Buttercup yellow hooded top with Chinese style butterflies

Hooded top for a 2 year old embroidered with Chinese style butterflies (hand embroidered by Mary Addison)

Very happy to record that we’ve got through January with no snow and not a lot of rain either. We’ve also felt the benefit of an increase in the hours of daylight which means I can spend about 3 minutes longer every day before giving up my position in natural light by my bedroom window – much the best place to do embroidery. No doubt we will get snow at some point. It’s only a few years ago that we had snow in the middle of March during the big Cheltenham Horse Racing Festival. Our Californian friends had come to see us by cab, straight off the plane from Heathrow. One day we were doing a sunny passegiata through Tivoli and Montpellier into town and explaining to our friends why we were surrounded by men in three piece tweed suits, women in country smart to semi wedding attire with hats everywhere Then, just a couple of days later we woke to a heavy frost, a deep white mist and, as we waved our guests goodbye in a car heading up and out of Cheltenham over the Costwolds, the snow came and kept coming.

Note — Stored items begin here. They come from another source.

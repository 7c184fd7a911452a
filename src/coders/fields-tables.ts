import { BugError } from '../errors/errors.ts';
import { columnsOf } from '../models/field-columns.ts';
import { AdaptiveFieldTables } from '../models/field-counts.ts';
import { FieldPlan } from '../models/field-plan.ts';
import { FieldPredictor } from '../models/field-predictor.ts';
import { codeRecord, countRecord } from '../models/field-records.ts';
import { type FieldSelection, selectFields } from '../models/field-selection.ts';
import { trainedFacts } from '../models/field-series.ts';
import { EXTRA_BITS } from '../models/field-token.ts';
import { quantiseTables, weighTables } from '../models/field-weights.ts';
import { Quantiser } from '../models/quantise.ts';
import { COST_PER_BIT, tableCosts } from '../models/table-cost.ts';
import { Meter } from '../stages/meter.ts';
import type { RecordLayout } from '../symbols/record-layout.ts';
import type { Setup, Tables, Trainer } from './contract.ts';
import { TrainRecords } from './fields-records.ts';
import { type FieldsSettings, untrainedPlan } from './fields-settings.ts';

/**
 * Choices, references and size classes are made on the last of the train records: so many values at
 * most.
 */
const MOST_VALUES = 2 ** 20;

/**
 * Under `fill`, contexts begin at one of so many units of the train split, as if messages held so
 * many; once tables are known, at as many as a message then holds.
 */
const UNITS_A_START = 8;
const MOST_UNITS_A_START = 256;

interface TrainedPlan {
  readonly coder: 'fields';
  readonly plan: FieldPlan;
  /** What `auto` found, one a part; absent where choices were given. */
  readonly selections?: readonly FieldSelection[];
}

/** What `fields` is trained to. */
export type FieldsTables =
  | (TrainedPlan & {
      readonly policy: 'shipped';
      /** Of all slots: smoothed counts, and the same at totals of 2^14. */
      readonly weights: Float64Array;
      readonly frequencies: Uint32Array;
    })
  | (TrainedPlan & { readonly policy: 'primed'; readonly tables: AdaptiveFieldTables });

/** The tables that a setup's policy needs; a missing or foreign set is our own bug. */
export function tablesFor<P extends FieldsTables['policy']>(
  setup: Setup,
  policy: P,
): Extract<FieldsTables, { policy: P }> {
  const tables = setup.tables as FieldsTables | undefined;
  if (tables?.coder !== 'fields' || tables.policy !== policy) {
    throw new BugError(`fields was given no tables for ${policy}`, {
      got: tables === undefined ? 'none' : `tables of ${(tables as Tables).coder}`,
    });
  }
  return tables as Extract<FieldsTables, { policy: P }>;
}

/** The plan and adaptive tables that both ends of a unit start with. */
export function adaptiveTablesFor(
  settings: FieldsSettings,
  setup: Setup,
): { plan: FieldPlan; tables: AdaptiveFieldTables } {
  if (setup.policy === 'primed') {
    const { plan, tables } = tablesFor(setup, 'primed');
    return { plan, tables: new AdaptiveFieldTables(plan, tables) };
  }
  const layout = settings.layoutOf(setup);
  const choices = settings.choicesFor(setup, layout);
  if (choices === undefined) throw new BugError('fields has no choices and no train split');
  const plan = untrainedPlan(layout, choices);
  return { plan, tables: new AdaptiveFieldTables(plan) };
}

/** Whether contexts begin anew at each message. */
export const startsAtMessages = (setup: Setup): boolean =>
  setup.policy === 'shipped' || setup.reset === 'message';

/** What is written of a message's length is the number of its records, where units are not counted. */
export const countedInRecords = (setup: Setup, layout: RecordLayout): Setup => ({
  ...setup,
  unitSymbols: setup.unitSymbols ?? layout.bytes,
});

/** Messages of the train split from one begin of contexts to the next, before tables are known. */
function firstStartEvery(setup: Setup): number {
  if (!startsAtMessages(setup)) return Number.POSITIVE_INFINITY;
  return setup.fill === undefined ? 1 : UNITS_A_START;
}

/**
 * A trainer for the policies that have tables. It keeps the train split until the end, since
 * choices come before counts.
 *
 * The choices are made on the last records, at most {@link MOST_VALUES} values of them: those
 * nearest to what will be coded.
 */
export function fieldsTrainer(settings: FieldsSettings, setup: Setup): Trainer {
  const layout = settings.layoutOf(setup);
  const train = new TrainRecords(layout);
  return {
    push: (chunk) => train.pieces.push(chunk),
    finish: (): FieldsTables => {
      train.pieces.finish();
      const { bytes } = train;
      const starts = train.starts(firstStartEvery(setup));
      const most = Math.max(256, Math.floor(MOST_VALUES / layout.partCount));
      const from = Math.max(0, starts.length - most);
      const columns = columnsOf(layout, bytes.subarray(from * layout.bytes), starts.subarray(from));
      const given = settings.choicesFor(setup, layout);
      const selections = given === undefined ? selectFields(columns) : undefined;
      const choices = given ?? selections!.map(({ choice }) => choice);
      const plan = new FieldPlan(layout, choices, trainedFacts(columns, choices));
      const trained = { coder: 'fields' as const, plan, ...(selections && { selections }) };
      if (setup.policy === 'primed')
        return { ...trained, policy: 'primed', tables: learnAll(plan, bytes, starts) };
      let counts = countAll(plan, bytes, starts);
      if (setup.fill !== undefined && starts.length > 0) {
        const units = unitsAMessage(plan, counts, setup.fill.bytes, train.unitCount);
        counts = countAll(plan, bytes, train.starts(units));
      }
      const weights = weighAll(plan, counts);
      return { ...trained, policy: 'shipped', weights, frequencies: quantiseAll(plan, weights) };
    },
  };
}

/** Units that a message of so many bytes holds on average, by the cost of the train split. */
function unitsAMessage(
  plan: FieldPlan,
  counts: Float64Array,
  messageBytes: number,
  unitCount: number,
): number {
  const frequencies = quantiseAll(plan, weighAll(plan, counts));
  const costs = tableCosts();
  let cost = 0;
  for (let table = 0; table < plan.tableCount; table++) {
    const from = plan.slotStart[table];
    for (let slot = from; slot < plan.slotStart[table + 1]; slot++)
      cost += counts[slot] * (costs[frequencies[slot]] + EXTRA_BITS[slot - from] * COST_PER_BIT);
  }
  const units = Math.floor((8 * messageBytes * COST_PER_BIT * unitCount) / Math.max(1, cost));
  return Math.max(1, Math.min(MOST_UNITS_A_START, units));
}

/** Counts of all slots. */
function countAll(plan: FieldPlan, bytes: Uint8Array, starts: Uint8Array): Float64Array {
  const predictor = new FieldPredictor(plan);
  const counts = new Float64Array(plan.slotCount);
  for (let record = 0; record < starts.length; record++) {
    if (starts[record] === 1) predictor.start();
    countRecord(predictor, counts, bytes, record * plan.layout.bytes);
  }
  return counts;
}

/** Smoothed counts of all slots. */
function weighAll(plan: FieldPlan, counts: Float64Array): Float64Array {
  const weights = new Float64Array(plan.slotCount);
  forEachPart(plan, (from, tables, tokens) => weighTables(counts, weights, from, tables, tokens));
  return weights;
}

function quantiseAll(plan: FieldPlan, weights: Float64Array): Uint32Array {
  const frequencies = new Uint32Array(plan.slotCount);
  const quantiser = new Quantiser();
  forEachPart(plan, (from, tables, tokens) =>
    quantiseTables(quantiser, weights, frequencies, from, tables, tokens),
  );
  return frequencies;
}

/** First slot, number of tables and tokens of each part. */
function forEachPart(
  { partCount, tableStart, slotStart }: FieldPlan,
  visit: (from: number, tables: number, tokens: number) => void,
): void {
  for (let part = 0; part < partCount; part++) {
    const table = tableStart[part];
    const from = slotStart[table];
    visit(from, tableStart[part + 1] - table, slotStart[table + 1] - from);
  }
}

/** Adaptive tables after all records, coded without a stage. */
function learnAll(plan: FieldPlan, bytes: Uint8Array, starts: Uint8Array): AdaptiveFieldTables {
  const predictor = new FieldPredictor(plan);
  const tables = new AdaptiveFieldTables(plan);
  const sink = new Meter();
  for (let record = 0; record < starts.length; record++) {
    if (starts[record] === 1) predictor.start();
    codeRecord(predictor, tables, bytes, record * plan.layout.bytes, sink);
  }
  return tables;
}
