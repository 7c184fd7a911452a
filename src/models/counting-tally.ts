/**
 * Kinds of operations that tell a small device's time; sums, shifts and memory of the message itself are left out.
 *
 * Left out besides: what starts or ends a unit or a message (counts, resets, the end of a code string), the test of the loop over
 * a message's symbols, and, where tables are sent, what fitting, writing and reading them takes.
 */
export const OPERATIONS = ['multiplies', 'divides', 'tableReads', 'branches'] as const;

/** How often each operation ran; integers. A product or quotient by a power of two is a shift and not among them. */
export type Operations = Readonly<Record<(typeof OPERATIONS)[number], number>>;

/** What coding a sequence took at one end. */
export interface OperationCounts {
  readonly symbolCount: number;
  /** Over all symbols. */
  readonly total: Operations;
  /** Most that any one symbol took, for each operation by itself. */
  readonly worst: Operations;
}

type Counter = Record<(typeof OPERATIONS)[number], number>;

const none = (): Counter => ({ multiplies: 0, divides: 0, tableReads: 0, branches: 0 });

/** Counts the operations of one symbol after another: add to the public fields, then {@link close} the symbol. */
export class OperationTally {
  multiplies = 0;
  divides = 0;
  /** Elements read from the model's or the code's tables. */
  tableReads = 0;
  /** Conditions evaluated on data, tables or the coding interval, those of loops included. */
  branches = 0;
  #symbolCount = 0;
  readonly #total = none();
  readonly #worst = none();

  /** Ends a symbol. */
  close(): void {
    this.#symbolCount++;
    for (const kind of OPERATIONS) {
      this.#total[kind] += this[kind];
      if (this[kind] > this.#worst[kind]) this.#worst[kind] = this[kind];
      this[kind] = 0;
    }
  }

  /** The counts of all symbols closed so far. */
  counts(): OperationCounts {
    return {
      symbolCount: this.#symbolCount,
      total: { ...this.#total },
      worst: { ...this.#worst },
    };
  }
}

function combine(
  a: OperationCounts,
  b: OperationCounts,
  worstOf: (a: number, b: number) => number,
): Pick<OperationCounts, 'total' | 'worst'> {
  const total = none();
  const worst = none();
  for (const kind of OPERATIONS) {
    total[kind] = a.total[kind] + b.total[kind];
    worst[kind] = worstOf(a.worst[kind], b.worst[kind]);
  }
  return { total, worst };
}

/** Counts over several sequences together. */
export function addCounts(a: OperationCounts, b: OperationCounts): OperationCounts {
  return { symbolCount: a.symbolCount + b.symbolCount, ...combine(a, b, Math.max) };
}

/**
 * Counts over the same symbols, which go through `a` and through `b`. The worst are added: a bound, which no symbol
 * need reach.
 */
export function addSteps(a: OperationCounts, b: OperationCounts): OperationCounts {
  return { symbolCount: a.symbolCount, ...combine(a, b, (first, second) => first + second) };
}

/** `symbolCount` symbols that each take `each`. */
export function evenCounts(symbolCount: number, each: Partial<Operations>): OperationCounts {
  const total = none();
  const worst = none();
  for (const kind of OPERATIONS) {
    total[kind] = symbolCount * (each[kind] ?? 0);
    if (symbolCount > 0) worst[kind] = each[kind] ?? 0;
  }
  return { symbolCount, total, worst };
}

Detail : Hooded top for a 2 year old embroidered with Chinese style butterflies (hand embroidered by Mary Addison)

Before houses had central heating winter cold was a miserable affair. As a child my bedroom window had frequently iced up by morning and although the patterns of frost on the glass were very pretty, their beauty wasn’t something you wanted to dwell too long upon. Dress quickly and hurry downstairs to the (tiny) living room where the coal fire, banked up overnight, was being nurtured into more active life by my father. At the time our telephone sat attached in the hall. In winter, only the deeply in love (my brother, 7 years my senior) found its shrill tones at all welcome.

Detail :Hooded top for a 2 year old embroidered with Chinese style butterflies (hand embroidered by Mary Addison)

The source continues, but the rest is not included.